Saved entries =
__________
/** Start: take a reading, this round, what came last. */
import { useState } from 'preact/hooks';
import type { App } from '../../../app/app.ts';
import type { RecoveredJournal } from '../../../app/ports.ts';
import { screenText } from '../../../text/screens.ts';
import { BottomBar } from '../../components/bottom-bar.tsx';
import { Button, LinkButton } from '../../components/button.tsx';
import { FileButton } from '../../components/file-button.tsx';
import { IconStart } from '../../components/icons.tsx';
import { Page } from '../../components/page.tsx';
import { RingDownFigure } from '../../components/ring-down-figure.tsx';
import { Rows } from '../../components/rows.tsx';
import { dayAndTime } from '../../day-and-time.ts';
import { useLive } from '../../use-live.ts';
import { useLoaded } from '../../use-loaded.ts';
import { usePlaceNames } from '../readings/place-names.ts';
import { ReadingRow } from '../readings/reading-row.tsx';
import styles from './start-screen.module.css';
import { UpdateNote } from './update-note.tsx';

const text = screenText.start;

/** As many as a glance takes in; the rest is one tap away. */
const RECENT_COUNT = 6;
/** A long round is seen whole; one that nobody ended for a year must not slow the start. */
const ROUND_COUNT = 60;

export function StartScreen({ app }: { readonly app: App }) {
  const names = usePlaceNames(app);
  const { round } = useLive(app.settings);
  const [dropped, setDropped] = useState(0);
  const loaded = useLoaded(
    app.store,
    async () => ({
      round: await app.rounds.current(new Date()),
      recent: (await app.readings.list()).slice(0, RECENT_COUNT),
      cut: await app.store.recoverable(),
    }),
    [round, dropped],
  );
  const isNew = loaded?.recent.length === 0;
  const inRound = loaded?.round.readings ?? [];
  const roundIds = new Set(inRound.map((reading) => reading.id));
  const earlier = (loaded?.recent ?? []).filter((reading) => !roundIds.has(reading.id));
  return (
    <Page
      {...(isNew ? { over: screenText.appName } : {})}
      title={isNew ? text.lead : screenText.appName}
      quietFocus
    >
      <UpdateNote app={app} />
      {loaded?.cut.map((journal) => (
        <CutRecording
          key={journal.journalId}
          app={app}
          journal={journal}
          onDropped={() => setDropped((count) => count + 1)}
        />
      ))}
      {isNew && <Welcome />}
      {inRound.length > 0 && (
        <section class="stack">
          <div class="row row-apart">
            <h2>
              {text.round} <span class="quiet">{text.roundNote(inRound.length)}</span>
            </h2>
            <Button kind="quiet" onClick={() => app.rounds.end()}>
              {text.endRound}
            </Button>
          </div>
          <Rows label={text.round}>
            {inRound.slice(0, ROUND_COUNT).map((reading) => (
              <ReadingRow key={reading.id} names={names} app={app} reading={reading} />
            ))}
          </Rows>
        </section>
      )}
      {earlier.length > 0 && (
        <section class="stack">
          <h2>{text.recent}</h2>
          <Rows label={text.recent}>
            {earlier.map((reading) => (
              <ReadingRow key={reading.id} names={names} app={app} reading={reading} />
            ))}
          </Rows>
        </section>
      )}
      <div class="row">
        {loaded && !isNew && (
          <LinkButton kind="quiet" href={app.navigation.href({ screen: 'readings' })}>
            {text.all}
          </LinkButton>
        )}
        <FileButton kind="quiet" label={text.openFile} onFile={(file) => void app.take.openFile(file)} />
        <PracticeSwitch app={app} />
        <LinkButton kind="quiet" href={app.navigation.href({ screen: 'pace' })}>
          {text.pace}
        </LinkButton>
      </div>
      <BottomBar>
        <TakeButton app={app} />
      </BottomBar>
    </Page>
  );
}

function TakeButton({ app }: { readonly app: App }) {
  return (
    <Button kind="main" onClick={() => app.navigation.go({ screen: 'take' })}>
      <IconStart />
      {text.take}
    </Button>
  );
}

/** Without a sensor, or before a real structure: the simulated phone, and the way out of it. */
function PracticeSwitch({ app }: { readonly app: App }) {
  const { practice } = useLive(app.take.plan);
  return (
    <Button kind="quiet" onClick={() => (practice ? app.take.leavePractice() : app.take.usePractice())}>
      {practice ? text.leavePractice : text.practice}
    </Button>
  );
}

function Welcome() {
  return (
    <section class="stack">
      <RingDownFigure />
      <ol class="stack stack-tight">
        {text.steps.map((step, index) => (
          <li key={step}>
            <strong>{index + 1}.</strong> {step}
          </li>
        ))}
      </ol>
      <p class="quiet">{text.emptyNote}</p>
    </section>
  );
}

function CutRecording(props: {
  readonly app: App;
  readonly journal: RecoveredJournal;
  readonly onDropped: () => void;
}) {
  const { app, journal } = props;
  const drop = () => void app.store.dropJournal(journal.journalId).then(props.onDropped);
  const recover = () => {
    app.navigation.go({ screen: 'take' });
    void app.take.recover(journal);
  };
  return (
    <section class={`stack stack-tight ${styles.cut}`} role="status">
      <h2>{text.recoverTitle}</h2>
      <p class="quiet">{text.recoverNote(Math.round(journal.durationS), dayAndTime(journal.startedAt))}</p>
      <div class="row">
        <Button onClick={recover}>{text.recover}</Button>
        <Button kind="quiet" onClick={drop}>
          {text.dropRecovered}
        </Button>
      </div>
    </section>
  );
}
__________
Task brief =
Among the lines of the data above, some may hold the word "screenText"; report how many, as a single number.

Answer below =
4